Exercise directions: Below are entries; copy exactly the lines from the one with "def _steepest(series: Sequence[float" through the one with "found, first = [], 0", both included, and leave out the rest.

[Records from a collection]
-- Opening Marker --
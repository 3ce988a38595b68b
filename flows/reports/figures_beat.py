"""One beat over its run's own template, with the measured quantity drawn in, as a loop or over its cycle.

Every drawing fills a box of 276 x 232 px with its upper left corner at 0, 0 and returns its parts and what they show in words.
"""

from __future__ import annotations

from itertools import groupby, pairwise
from typing import TYPE_CHECKING

from flows.reports.figures import Data, Scale, element, finite, label, line, scale_over, text_width, trail
from flows.reports.figures_rhythm import rhythm_drawing
from flows.reports.wording import is_number, number, quantity

if TYPE_CHECKING:
    from collections.abc import Callable, Sequence

    from markupsafe import Markup

    Drawing = tuple[list[Markup], str]

WIDTH, HEIGHT = 276, 232


def drawing_for(check: str) -> Callable[[Data, Data, Data], Drawing]:
    """Return the drawing that shows what a beat check measures: a function of (finding, run, beat)."""
    return _DRAWINGS.get(check, loop_drawing)


def loop_of(run: Data, beat: int) -> Data | None:
    """Return the sampled loop of a beat, or None where none was kept."""
    return next((loop for loop in run.get("loops") or () if loop.get("beat") == beat), None)


def loop_drawing(finding: Data, run: Data, beat: Data) -> Drawing:
    """Return the beat's loop over the template, with the quantity of the check drawn in."""
    loop, template = loop_of(run, beat["beat"]), run.get("template")
    shapes = [shape for shape in (loop, template) if shape]
    if not shapes:
        return [label(10, HEIGHT / 2, "no loop was kept for this beat", class_="label quiet")], "No loop was kept for this beat."
    volumes = finite(value for shape in shapes for value in shape["volume_ml"])
    pressures = finite(value for shape in shapes for value in shape["pressure_mmhg"])
    if finding["check"] in _LEVELS:
        key = _LEVELS[finding["check"]][0]
        (volumes if key.endswith("_ml") else pressures).extend(finite([beat.get(key)]))
    x, y = scale_over(volumes, 40, WIDTH - 10), scale_over(pressures, HEIGHT - 34, 34)
    parts = [*_axes(x, y, "mL", "mmHg"), *_key(beat, has_template=template is not None)]
    if template:
        parts.append(element("path", d=trail(template["volume_ml"], template["pressure_mmhg"], x, y) + "Z", class_="template"))
    if loop:
        class_ = "this filled" if finding["check"] == "range-stroke-work" else "this"
        parts.append(element("path", d=trail(loop["volume_ml"], loop["pressure_mmhg"], x, y), class_=class_))
    marks, words = _measure(finding, beat, loop, (x, y))
    return [*parts, *marks], f"The loop of beat {beat['beat']} over the median accepted beat of its run. {words}".strip()


def cycle_drawing(finding: Data, run: Data, beat: Data) -> Drawing:
    """Return pressure and volume of the beat over its cycle, over the template; missing or frozen stretches are marked."""
    loop, template = loop_of(run, beat["beat"]), run.get("template")
    if not loop:
        return loop_drawing(finding, run, beat)
    parts = [*_key(beat, has_template=template is not None), label(WIDTH - 10, HEIGHT - 4, "one cycle", anchor="end", class_="label quiet")]
    count = len(loop["pressure_mmhg"])
    x = Scale(0, max(count - 1, 1), 40, WIDTH - 10)
    told = []
    for key, unit, top, bottom in (("pressure_mmhg", "mmHg", 34, 120), ("volume_ml", "mL", 146, HEIGHT - 20)):
        series: Sequence[float | None] = loop[key]
        y = scale_over([*series, *(template[key] if template else ())], bottom, top)
        parts += [line((40, bottom), (WIDTH - 10, bottom), "axis"), *_upright_ticks(y, unit, 2)]
        if template:
            parts.append(element("path", d=trail(range(len(template[key])), template[key], x, y), class_="template"))
        for first, last, kind in _stretches(series, frozen=finding["check"] in _FROZEN):
            left, right = x.at(max(first - 0.5, 0)), x.at(min(last + 0.5, count - 1))
            parts.append(element("rect", x=left, y=top, width=right - left, height=bottom - top, class_=f"stretch {kind}"))
            told.append(f"{'Missing' if kind == 'missing' else 'Unchanging'} {unit} for {(last - first + 1) / count:.0%} of the cycle.")
        parts.append(element("path", d=trail(range(count), series, x, y), class_="this"))
        if finding["check"] == "range-dpdt-max" and key == "pressure_mmhg":
            parts += _steepest(series, x, y, beat.get("dpdt_max_mmhg_per_s"))
    return parts, f"Pressure and volume of beat {beat['beat']} over one cycle, over the run's template. {' '.join(told)}".strip()


def _axes(x: Scale, y: Scale, x_unit: str, y_unit: str) -> list[Markup]:
    bottom = y.start_px
    parts = [line((x.start_px, bottom), (x.end_px, bottom), "axis"), *_upright_ticks(y, y_unit, 3)]
    for tick in x.ticks(4):
        parts += [
            line((x.at(tick), bottom), (x.at(tick), bottom + 4), "axis"),
            label(x.at(tick), bottom + 17, number(tick), anchor="middle", class_="label quiet"),
        ]
    return [*parts, label(x.end_px, bottom + 31, x_unit, anchor="end", class_="label quiet")]


def _upright_ticks(y: Scale, unit: str, about: int) -> list[Markup]:
    parts = []
    for tick in y.ticks(about):
        parts += [
            line((36, y.at(tick)), (40, y.at(tick)), "axis"),
            label(32, y.at(tick) + 4, number(tick), anchor="end", class_="label quiet"),
        ]
    return [*parts, line((40, y.start_px), (40, y.end_px), "axis"), label(40, y.end_px - 5, unit, class_="label quiet")]


def _key(beat: Data, *, has_template: bool) -> list[Markup]:
    words = f"beat {beat['beat']}"
    parts = [line((40, 9), (62, 9), "this"), label(67, 13, words)]
    if has_template:
        left = 67 + 7.5 * len(words) + 14
        parts += [line((left, 9), (left + 22, 9), "template"), label(left + 27, 13, "the run's template")]
    return parts


def _measure(finding: Data, beat: Data, loop: Data | None, axes: tuple[Scale, Scale]) -> tuple[list[Markup], str]:
    """Return the measured quantity drawn into a loop, and its words."""
    x, y = axes
    check = finding["check"]
    if check == "loop-closure" and loop:
        return _gap(loop, x, y)
    if check in {"range-stroke-volume", "range-ejection-fraction"} and is_number(beat.get("edv_ml")) and is_number(beat.get("esv_ml")):
        high = y.at((y.low + y.high) / 2)
        left, right = x.at(beat["esv_ml"]), x.at(beat["edv_ml"])
        words = f"SV {quantity(beat['edv_ml'] - beat['esv_ml'], 'mL')} of EDV {quantity(beat['edv_ml'], 'mL')}"
        return [
            line((left, high), (right, high), "gauge"),
            label(max((left + right) / 2, x.at(x.low) + text_width(words) / 2), high - 7, words, anchor="middle", class_="label value"),
        ], words + "."
    if check in _LEVELS and is_number(beat.get(_LEVELS[check][0])):
        key, name, unit = _LEVELS[check]
        value = beat[key]
        words = f"{name} {quantity(value, unit)}"
        if key.endswith("_ml"):
            side = "end" if x.at(value) > WIDTH / 2 else "start"
            shift = -6 if side == "end" else 6
            return [
                line((x.at(value), y.end_px), (x.at(value), y.start_px), "gauge"),
                label(x.at(value) + shift, (y.start_px + y.end_px) / 2, words, anchor=side, class_="label value halo"),
            ], words + "."
        lift = 14 if y.at(value) < y.end_px + 14 else -5
        return [
            line((x.start_px, y.at(value)), (x.end_px, y.at(value)), "gauge"),
            label((x.start_px + x.end_px) / 2, y.at(value) + lift, words, anchor="middle", class_="label value halo"),
        ], words + "."
    return [], ""


def _gap(loop: Data, x: Scale, y: Scale) -> tuple[list[Markup], str]:
    points = [
        (one, other) for one, other in zip(loop["volume_ml"], loop["pressure_mmhg"], strict=False) if is_number(one) and is_number(other)
    ]
    if len(points) < 2:
        return [], ""
    (first, first_p), (last, last_p) = points[0], points[-1]
    low = min(y.at(first_p), y.at(last_p)) - 16
    words = f"gap {quantity(abs(last - first), 'mL')}"
    middle = min(max((x.at(first) + x.at(last)) / 2, x.start_px + 34), x.end_px - 34)
    return [
        line((x.at(first), y.at(first_p)), (x.at(first), low), "leader"),
        line((x.at(last), y.at(last_p)), (x.at(last), low), "leader"),
        line((x.at(first), low), (x.at(last), low), "gauge"),
        element("circle", cx=x.at(first), cy=y.at(first_p), r=4, class_="start"),
        element("circle", cx=x.at(last), cy=y.at(last_p), r=4, class_="stop"),
        label(middle, low - 8, words, anchor="middle", class_="label value halo"),
    ], f"It began at {quantity(first, 'mL')} and ended at {quantity(last, 'mL')}."


def _steepest(series: Sequence[float | None], x: Scale, y: Scale, slope: object) -> list[Markup]:
    steps = [(later - earlier, index) for index, (earlier, later) in enumerate(pairwise(series)) if is_number(earlier) and is_number(later)]
    if not steps:
        return []
    _, index = max(steps)
    low, high = series[index], series[index + 1]
    assert low is not None
    assert high is not None
    rise, run_ = y.at(high) - y.at(low), x.at(index + 1) - x.at(index)
    words = f"dP/dt max {quantity(slope, 'mm[Hg]/s', 4)}"
    start, end = (x.at(index) - run_, y.at(low) - rise), (x.at(index + 1) + run_, y.at(high) + rise)
    return [line(start, end, "gauge"), label(WIDTH - 10, (y.start_px + y.end_px) / 2, words, anchor="end", class_="label value halo")]


def _stretches(series: Sequence[float | None], *, frozen: bool) -> list[tuple[int, int, str]]:
    """Return stretches of missing samples and, if asked, of six or more that do not change, as (first, last, kind)."""
    known = finite(series)
    tiny = 1e-6 * (max(known) - min(known)) if known else 0.0
    kinds = ["missing" if not is_number(value) else "sound" for value in series]
    for index, (earlier, later) in enumerate(pairwise(series)):
        if frozen and is_number(earlier) and is_number(later) and abs(later - earlier) <= tiny:
            kinds[index] = kinds[index + 1] = "frozen"
    found, first = [], 0
    for kind, members in groupby(kinds):
        length = len(list(members))
        if kind == "missing" or (kind == "frozen" and length >= 6):
            found.append((first, first + length - 1, kind))
        first += length
    return found


_FROZEN = frozenset({"flat-line", "duplicated-samples"})
_LEVELS = {
    "range-edv": ("edv_ml", "EDV", "mL"),
    "range-edp": ("edp_mmhg", "EDP", "mm[Hg]"),
    "range-pressure": ("pmax_mmhg", "Pmax", "mm[Hg]"),
}
_DRAWINGS: dict[str, Callable[[Data, Data, Data], Drawing]] = {
    "cycle-length": rhythm_drawing,
    "post-premature": rhythm_drawing,
    "missing-samples": cycle_drawing,
    "duplicated-samples": cycle_drawing,
    "flat-line": cycle_drawing,
    "landmarks": cycle_drawing,
    "range-dpdt-max": cycle_drawing,
}
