"""Primitives of drawing: numbers in, SVG text out. Colours are names of the style sheet, so that a figure follows the reader's theme."""

from __future__ import annotations

import math
from collections.abc import Iterable, Mapping, Sequence
from dataclasses import dataclass
from typing import Any

from markupsafe import Markup, escape

from flows.reports.wording import CONTROL, is_number

Numbers = Sequence[float | None]
Data = Mapping[str, Any]


def _attribute(value: object) -> str:
    if isinstance(value, float):
        return f"{value:.1f}".removesuffix(".0")
    return str(escape(str(value).translate(CONTROL)))


def element(tag: str, *children: object, **attributes: object) -> Markup:
    """Return one element with everything escaped.

    ``stroke_width=2`` becomes ``stroke-width="2"``, ``class_`` becomes ``class``, None is left out.
    """
    words = "".join(
        f' {name.rstrip("_").replace("_", "-")}="{_attribute(value)}"' for name, value in attributes.items() if value is not None
    )
    inside = "".join(str(child if isinstance(child, Markup) else escape(str(child).translate(CONTROL))) for child in children)
    return Markup(f"<{tag}{words}>{inside}</{tag}>")  # noqa: S704  (every part is escaped just above)


def joined(parts: Iterable[Markup]) -> Markup:
    """Return the parts one after the other."""
    return Markup("").join(parts)


def figure(name: str, title: str, description: str, size: tuple[float, float], *children: object, role: str = "img") -> Markup:
    """Return a whole figure of ``size`` (width, height in px) with its title and description; ``name`` is unique on its page.

    With role ``group`` what is inside stays open to keyboard and screen reader; with ``img`` the description stands for it.
    """
    width, height = size
    return element(
        "svg",
        element("title", title, id=f"{name}-title"),
        element("desc", description, id=f"{name}-desc"),
        *children,
        class_="figure",
        role=role,
        aria_labelledby=f"{name}-title {name}-desc",
        width=width,
        height=height,
        viewBox=f"0 0 {width:g} {height:g}",
    )


def finite(values: Iterable[object]) -> list[float]:
    """Return the finite numbers among ``values``."""
    return [float(value) for value in values if is_number(value)]


def column(rows: Iterable[Data], key: str) -> list[float]:
    """Return the finite numbers of one key over rows."""
    return finite(row.get(key) for row in rows)


@dataclass(frozen=True, slots=True)
class Scale:
    """A straight map from values to pixels; ``start_px`` may lie right of or below ``end_px``."""

    low: float
    high: float
    start_px: float
    end_px: float

    def at(self, value: float) -> float:
        """Return the place of a value in px, at most one length of the scale beyond its ends."""
        share = (value - self.low) / (self.high - self.low)
        return self.start_px + min(max(share, -1.0), 2.0) * (self.end_px - self.start_px)

    def holds(self, value: float) -> bool:
        """Return whether a value lies between the two ends."""
        return self.low <= value <= self.high

    def ticks(self, about: int = 4) -> list[float]:
        """Return round values between the ends, about so many."""
        raw = (self.high - self.low) / max(about, 1)
        power = 10.0 ** math.floor(math.log10(raw))
        step = next(power * factor for factor in (1.0, 2.0, 5.0, 10.0) if power * factor >= raw * 0.999)
        first = math.ceil(self.low / step - 1e-9)
        last = math.floor(self.high / step + 1e-9)
        return [index * step for index in range(first, last + 1)]


def scale_over(values: Iterable[object], start_px: float, end_px: float, *, room: float = 0.06) -> Scale:
    """Return a scale that holds all finite values with some room at both ends; with no value it runs from 0 to 1."""
    known = finite(values)
    low, high = (min(known), max(known)) if known else (0.0, 1.0)
    span = high - low
    if span <= 1e-9 * max(abs(low), abs(high), 1e-9):
        span = max(abs(high), 1e-9) if high else 1.0
        low, high = low - span / 2, high + span / 2
    return Scale(low - room * span, high + room * span, start_px, end_px)


def trail(xs: Numbers, ys: Numbers, x: Scale, y: Scale) -> str:
    """Return path data through the points; a missing coordinate breaks the line instead of being bridged."""
    parts, pen = [], "M"
    for one, other in zip(xs, ys, strict=False):
        if is_number(one) and is_number(other):
            parts.append(f"{pen}{x.at(one):.1f} {y.at(other):.1f}")
            pen = "L"
        else:
            pen = "M"
    return "".join(parts)


def label(x: float, y: float, text: object, *, anchor: str = "start", class_: str = "label") -> Markup:
    """Return text at a place."""
    return element("text", text, x=x, y=y, text_anchor=None if anchor == "start" else anchor, class_=class_)


def line(start: tuple[float, float], end: tuple[float, float], class_: str) -> Markup:
    """Return a straight line."""
    return element("line", x1=start[0], y1=start[1], x2=end[0], y2=end[1], class_=class_)


def text_width(text: str, size_px: float = 12.0) -> float:
    """Return about how wide text is in px: enough to keep labels apart in any usual font."""
    return 0.6 * size_px * len(text)


def spread(places: Sequence[float], gap: float, low: float, high: float) -> list[float]:
    """Return places near the given ones, in the same order, at least ``gap`` apart and between ``low`` and ``high`` where that fits."""
    order = sorted(range(len(places)), key=lambda index: (places[index], index))
    result = list(places)
    floor = low
    for index in order:
        result[index] = max(result[index], floor)
        floor = result[index] + gap
    ceiling = high
    for index in reversed(order):
        result[index] = min(result[index], ceiling)
        ceiling = result[index] - gap
    return result
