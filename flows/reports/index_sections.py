"""The indices of an acquisition, stage by stage: what is published with how sure it is, and right beside it what is withheld and why."""

from __future__ import annotations

from dataclasses import dataclass
from typing import TYPE_CHECKING

from flows.reports.figures_intervals import interval_figure
from flows.reports.wording import MISSING, is_number, number, quantity, sentence, unit_words

if TYPE_CHECKING:
    from collections.abc import Iterable, Sequence

    from markupsafe import Markup

    from flows.reports.views import Row

_WHOLE = "the whole acquisition"


@dataclass(frozen=True, slots=True)
class IndexLine:
    """One published index as text, with its interval drawn (None where there is nothing to draw)."""

    index: str
    value: str
    unit: str
    interval: str
    estimator: str
    beats: str
    run: str
    figure: Markup | None


@dataclass(frozen=True, slots=True)
class Withheld:
    """Indices withheld for one and the same reason."""

    reason: str
    indices: tuple[str, ...]


@dataclass(frozen=True, slots=True)
class StageSection:
    """One stage: primary indices published, primary indices withheld by reason, and every further estimate or single run."""

    stage: str
    published: tuple[IndexLine, ...]
    withheld: tuple[Withheld, ...]
    others: tuple[IndexLine, ...]
    others_withheld: tuple[Withheld, ...]


@dataclass(frozen=True, slots=True)
class ChangeLine:
    """One index between two stages as text."""

    stages: str
    index: str
    part: str
    difference: str
    interval: str
    reason: str


def stage_sections(rows: Sequence[Row], stage_order: Iterable[str]) -> tuple[StageSection, ...]:
    """Return the stages in the order given, then any other; rows keep their order."""
    stages = [str(row.get("stage") or _WHOLE) for row in rows]
    order = [stage for stage in dict.fromkeys([*stage_order, *stages]) if stage in stages]
    sections = []
    for place, stage in enumerate(order, start=1):
        own = [row for row, name in zip(rows, stages, strict=True) if name == stage]
        primary = [row for row in own if row.get("primary")]
        others = [row for row in own if not row.get("primary")]
        sections.append(
            StageSection(
                stage=stage,
                published=_lines(primary, f"interval-{place}"),
                withheld=_withheld(primary),
                others=_lines(others, f"further-interval-{place}"),
                others_withheld=_withheld(others),
            )
        )
    return tuple(sections)


def count_status(rows: Iterable[Row], status: str) -> int:
    """Return how many primary indices have this status."""
    return sum(1 for row in rows if row.get("primary") and row.get("status") == status)


def change_lines(rows: Iterable[Row]) -> tuple[ChangeLine, ...]:
    """Return the changes between stages; a withheld one shows its reason in place of a difference, a published one what to know of it."""
    return tuple(
        ChangeLine(
            stages=f"{row.get('from_stage')} to {row.get('to_stage')}",
            index=str(row.get("index")),
            part=str(row.get("part") or ""),
            difference=quantity(row.get("difference"), row.get("unit")) if row.get("status") == "published" else "withheld",
            interval=_interval(row) if row.get("status") == "published" else "",
            reason=sentence(row.get("reason")),
        )
        for row in rows
    )


def _lines(rows: Iterable[Row], name: str) -> tuple[IndexLine, ...]:
    published = [row for row in rows if row.get("status") == "published"]
    return tuple(
        IndexLine(
            index=str(row.get("index")),
            value=number(row.get("value")),
            unit=unit_words(row.get("unit")),
            interval=_interval(row),
            estimator=str(row.get("estimator") or ""),
            beats=str(row["beats"]) if is_number(row.get("beats")) else MISSING,
            run=str(row.get("run") or "all runs"),
            figure=interval_figure(row, f"{name}-{place}"),
        )
        for place, row in enumerate(published, start=1)
    )


def _interval(row: Row) -> str:
    """Return the interval as text: that of everything, else that of the fit alone, said so."""
    for (low, high), note in (((row.get("ci_low"), row.get("ci_high")), ""), ((row.get("fit_ci_low"), row.get("fit_ci_high")), " (fit)")):
        if is_number(low) and is_number(high):
            return f"{number(low)} to {number(high)}{note}"
    return MISSING


def _withheld(rows: Iterable[Row]) -> tuple[Withheld, ...]:
    groups: dict[str, list[str]] = {}
    for row in rows:
        if row.get("status") != "published":
            run = f" ({row['run']})" if row.get("run") else ""
            groups.setdefault(sentence(row.get("reason")) or "No reason is recorded.", []).append(f"{row.get('index')}{run}")
    return tuple(Withheld(reason, tuple(dict.fromkeys(indices))) for reason, indices in groups.items())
-- Closing Marker --
Response for this exercise:
def _steepest(series: Sequence[float | None], x: Scale, y: Scale, slope: object) -> list[Markup]:
    steps = [(later - earlier, index) for index, (earlier, later) in enumerate(pairwise(series)) if is_number(earlier) and is_number(later)]
    if not steps:
        return []
    _, index = max(steps)
    low, high = series[index], series[index + 1]
    assert low is not None
    assert high is not None
    rise, run_ = y.at(high) - y.at(low), x.at(index + 1) - x.at(index)
    words = f"dP/dt max {quantity(slope, 'mm[Hg]/s', 4)}"
    start, end = (x.at(index) - run_, y.at(low) - rise), (x.at(index + 1) + run_, y.at(high) + rise)
    return [line(start, end, "gauge"), label(WIDTH - 10, (y.start_px + y.end_px) / 2, words, anchor="end", class_="label value halo")]


def _stretches(series: Sequence[float | None], *, frozen: bool) -> list[tuple[int, int, str]]:
    """Return stretches of missing samples and, if asked, of six or more that do not change, as (first, last, kind)."""
    known = finite(series)
    tiny = 1e-6 * (max(known) - min(known)) if known else 0.0
    kinds = ["missing" if not is_number(value) else "sound" for value in series]
    for index, (earlier, later) in enumerate(pairwise(series)):
        if frozen and is_number(earlier) and is_number(later) and abs(later - earlier) <= tiny:
            kinds[index] = kinds[index + 1] = "frozen"
    found, first = [], 0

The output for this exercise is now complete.